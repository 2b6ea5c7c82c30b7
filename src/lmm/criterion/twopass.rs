//! The analytic gradient over the primary levels in one fused pass or in
//! two passes (notes/criterion.md, "The gradient in two passes" and "The
//! fused pass").
//!
//! The first pass is the value's: per level the solves with `Aᵢ`, `Σ BᵢᵀHᵢ`
//! (lower triangle) and `∂ log|Aᵢ|`. The dense part is then factored, which
//! gives ξ and the inverse whose trace enters `∂ log|A₁|`. The second pass
//! contracts each level's `uᵢₐ hᵢᵦᵀ` with them at once, instead of summing
//! one m×m matrix per θ entry: `ξᵀ(uₐhᵦᵀ)ξ = (uₐ·ξ)(hᵦ·ξ)` costs O(columns)
//! per level, and `tr(N uₐhᵦᵀ) = hᵦ·(N uₐ)` O(columns²) once per coefficient
//! a instead of once per θ entry. When levels have few non-zero columns
//! and the factor few entries, summing those m×m matrices in the first
//! pass costs less than opening every level again ([`is_fused`]).

// Index loops mirror the matrix notation of the derivation.
#![allow(clippy::needless_range_loop)]

use super::super::crossprod::CrossProducts;
use super::super::{Method, unpack_factor};
use super::gradient::{GradientEval, LevelSolver};
use super::primary::{CHUNKS, PARALLEL_LEVELS, level_block};
use super::secondary::{DenseSolve, Levels};
use super::{LogDet, factors, scaled_dense};

/// Whether the two-pass gradient applies: a primary term of 1 to 4
/// coefficients, alone or beside other terms (intercepts, or intercepts
/// and slopes).
pub fn applies(cp: &CrossProducts) -> bool {
    cp.primary.is_some() && (1..=4).contains(&cp.q1)
}

/// A level's non-zero columns of `Cᵢ = Z₁ᵢᵀ[Z₂Λ₂ X y]`, in increasing dense
/// index: its secondary blocks (each right-multiplied by its term's factor
/// T_s, row-major in `sec`), then X and y.
fn gather<const Q: usize>(
    cp: &CrossProducts,
    i: usize,
    sec: &[Vec<f64>],
    w: f64,
    cols: &mut Vec<usize>,
    c: &mut Vec<[f64; Q]>,
) {
    let c1 = cp.p + 1;
    cols.clear();
    c.clear();
    let (lo, hi) = cp.link_range(i);
    for link in &cp.links[lo..hi] {
        let ts = &sec[link.secondary()];
        if ts.len() == 1 {
            let v = &cp.link_values[link.start()..link.start() + Q];
            let th = ts[0] * w;
            let mut col = [0.0; Q];
            for r in 0..Q {
                col[r] = v[r] * th;
            }
            cols.push(link.offset());
            c.push(col);
            continue;
        }
        // A block of q_s columns: (Z₁ᵢᵀZ_s,l) T_s, T_s lower triangular.
        for b in 0..cp.term_q[cp.secondary[link.secondary()]] {
            cols.push(link.offset() + b);
            c.push(std::array::from_fn(|r| cp.link_entry(link, ts, r, b) * w));
        }
    }
    let zi = &cp.zxy[i * Q * c1..(i + 1) * Q * c1];
    for j in 0..c1 {
        let mut col = [0.0; Q];
        for r in 0..Q {
            col[r] = w * zi[r * c1 + j];
        }
        if col.iter().any(|v| *v != 0.0) {
            cols.push(cp.q2_total + j);
            c.push(col);
        }
    }
}

/// The first pass's sums over a range of levels.
pub(super) struct First {
    pub logdet: f64,
    /// Per group, per θ entry of its factor, Σ ∂log|Aᵢ|.
    pub dlog: Vec<f64>,
    /// Σ BᵢᵀHᵢ, m×m, lower triangle.
    pub bh: Vec<f64>,
    /// Grouped levels only: per group, Σ (q − tr Aᵢ⁻¹).
    pub tau: Vec<f64>,
    /// The fused pass only: per entry (r, c) of the lower triangle of an
    /// m×m matrix, packed row by row (entry r(r+1)/2 + c), 1 + θ entries
    /// values side by side: `Σ BᵢᵀHᵢ` and, per θ entry of the factor,
    /// `Σ (uᵢₐ hᵢᵦᵀ + hᵢᵦ uᵢₐᵀ)`. Each level touches the pairs of its
    /// non-zero columns; `bh` is filled from it after the pass.
    pub acc: Vec<f64>,
}

/// The second pass's sums over a range of levels, per group and θ entry of
/// its factor: Σ (uₐ·ξ)(hᵦ·ξ) and Σ hᵦ·(N uₐ); for grouped levels also,
/// per group, ξᵀEξ and tr(N E) of `E = Σ (BᵢᵀHᵢ + HᵢᵀHᵢ)`.
pub(super) struct Second {
    pub quad: Vec<f64>,
    pub trace: Vec<f64>,
    pub e_quad: Vec<f64>,
    pub e_trace: Vec<f64>,
}

/// Sum per-range results in chunk order (in parallel above
/// [`PARALLEL_LEVELS`]), so that the sums do not depend on the threads.
fn over_levels<T: Send>(
    cp: &CrossProducts,
    per_range: &(dyn Fn(std::ops::Range<usize>) -> T + Sync),
    add: impl Fn(&mut T, T),
) -> T {
    if cp.n1 < PARALLEL_LEVELS {
        return per_range(0..cp.n1);
    }
    use rayon::prelude::*;
    let parts: Vec<T> = (0..CHUNKS)
        .into_par_iter()
        .map(|c| per_range(c * cp.n1 / CHUNKS..(c + 1) * cp.n1 / CHUNKS))
        .collect();
    let mut it = parts.into_iter();
    let mut total = it.next().expect("CHUNKS > 0");
    for pt in it {
        add(&mut total, pt);
    }
    total
}

pub(super) fn first<const Q: usize>(
    cp: &CrossProducts,
    shared: &Levels<Q>,
    sec: &[Vec<f64>],
    range: std::ops::Range<usize>,
    fused: bool,
) -> First {
    let m = cp.m;
    let nt = shared.solvers[0].nt;
    let n_groups = shared.solvers.len();
    let grouped = shared.group.is_some();
    let mut logdet = LogDet::new();
    let mut out = First {
        logdet: 0.0,
        dlog: vec![0.0; n_groups * nt],
        bh: vec![0.0; m * m],
        tau: vec![0.0; if grouped { n_groups } else { 0 }],
        acc: vec![0.0; if fused { (1 + nt) * m * (m + 1) / 2 } else { 0 }],
    };
    let (mut cols, mut c) = (Vec::new(), Vec::new());
    let mut b: Vec<[f64; Q]> = Vec::new();
    let mut h: Vec<[f64; Q]> = Vec::new();
    let mut u: Vec<[f64; Q]> = Vec::new();
    let (mut ua, mut hb): (Vec<[f64; 10]>, Vec<[f64; 10]>) = (Vec::new(), Vec::new());
    for i in range {
        let (g, solver, (gt, l, inv)) = open_level(cp, shared, sec, i, &mut cols, &mut c, &mut logdet);
        let nc = cols.len();
        b.resize(nc, [0.0; Q]);
        h.resize(nc, [0.0; Q]);
        u.resize(nc, [0.0; Q]);
        for j in 0..nc {
            (b[j], h[j], u[j]) = solver.column(&gt, &l, &inv, &c[j]);
        }
        solver.add_dlog(&gt, &l, &inv, &mut out.dlog[g * nt..(g + 1) * nt]);
        if fused {
            // Per pair of columns (packed lower triangle), Bᵢᵀ Hᵢ and, per θ
            // entry, the symmetric uₐhᵦᵀ + hᵦuₐᵀ, side by side.
            let ntc = Q * (Q + 1) / 2;
            let w = 1 + ntc;
            ua.resize(nc, [0.0; 10]);
            hb.resize(nc, [0.0; 10]);
            for j in 0..nc {
                for (k, &(ia, ib)) in solver.pairs[..ntc].iter().enumerate() {
                    ua[j][k] = u[j][ia];
                    hb[j][k] = h[j][ib];
                }
            }
            for x in 0..nc {
                let base = cols[x] * (cols[x] + 1) / 2;
                for y in 0..=x {
                    let at = (base + cols[y]) * w;
                    let e = &mut out.acc[at..at + 1 + ntc];
                    let mut s = 0.0;
                    for r in 0..Q {
                        s += b[x][r] * h[y][r];
                    }
                    e[0] += s;
                    for k in 0..ntc {
                        e[1 + k] += ua[x][k] * hb[y][k] + ua[y][k] * hb[x][k];
                    }
                }
            }
            continue;
        }
        for x in 0..nc {
            let row = &mut out.bh[cols[x] * m..(cols[x] + 1) * m];
            for y in 0..=x {
                let mut s = 0.0;
                for r in 0..Q {
                    s += b[x][r] * h[y][r];
                }
                row[cols[y]] += s;
            }
        }
        if grouped {
            let mut trace = 0.0;
            for r in 0..Q {
                let mut e = [0.0f64; Q];
                e[r] = 1.0;
                LevelSolver::<Q>::solve(&l, &inv, &mut e);
                trace += e[r];
            }
            out.tau[g] += Q as f64 - trace;
        }
    }
    out.logdet = logdet.total();
    out
}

■ To do
From the records above, print exactly the lines that run from the line with "and θ entry of" to the line with "per_range: &(dyn Fn(std::ops::Range<usize>)", inclusive.

■ Answer box
/// The second pass's sums over a range of levels, per group and θ entry of
/// its factor: Σ (uₐ·ξ)(hᵦ·ξ) and Σ hᵦ·(N uₐ); for grouped levels also,
/// per group, ξᵀEξ and tr(N E) of `E = Σ (BᵢᵀHᵢ + HᵢᵀHᵢ)`.
pub(super) struct Second {
    pub quad: Vec<f64>,
    pub trace: Vec<f64>,
    pub e_quad: Vec<f64>,
    pub e_trace: Vec<f64>,
}

/// Sum per-range results in chunk order (in parallel above
/// [`PARALLEL_LEVELS`]), so that the sums do not depend on the threads.
fn over_levels<T: Send>(
    cp: &CrossProducts,
    per_range: &(dyn Fn(std::ops::Range<usize>) -> T + Sync),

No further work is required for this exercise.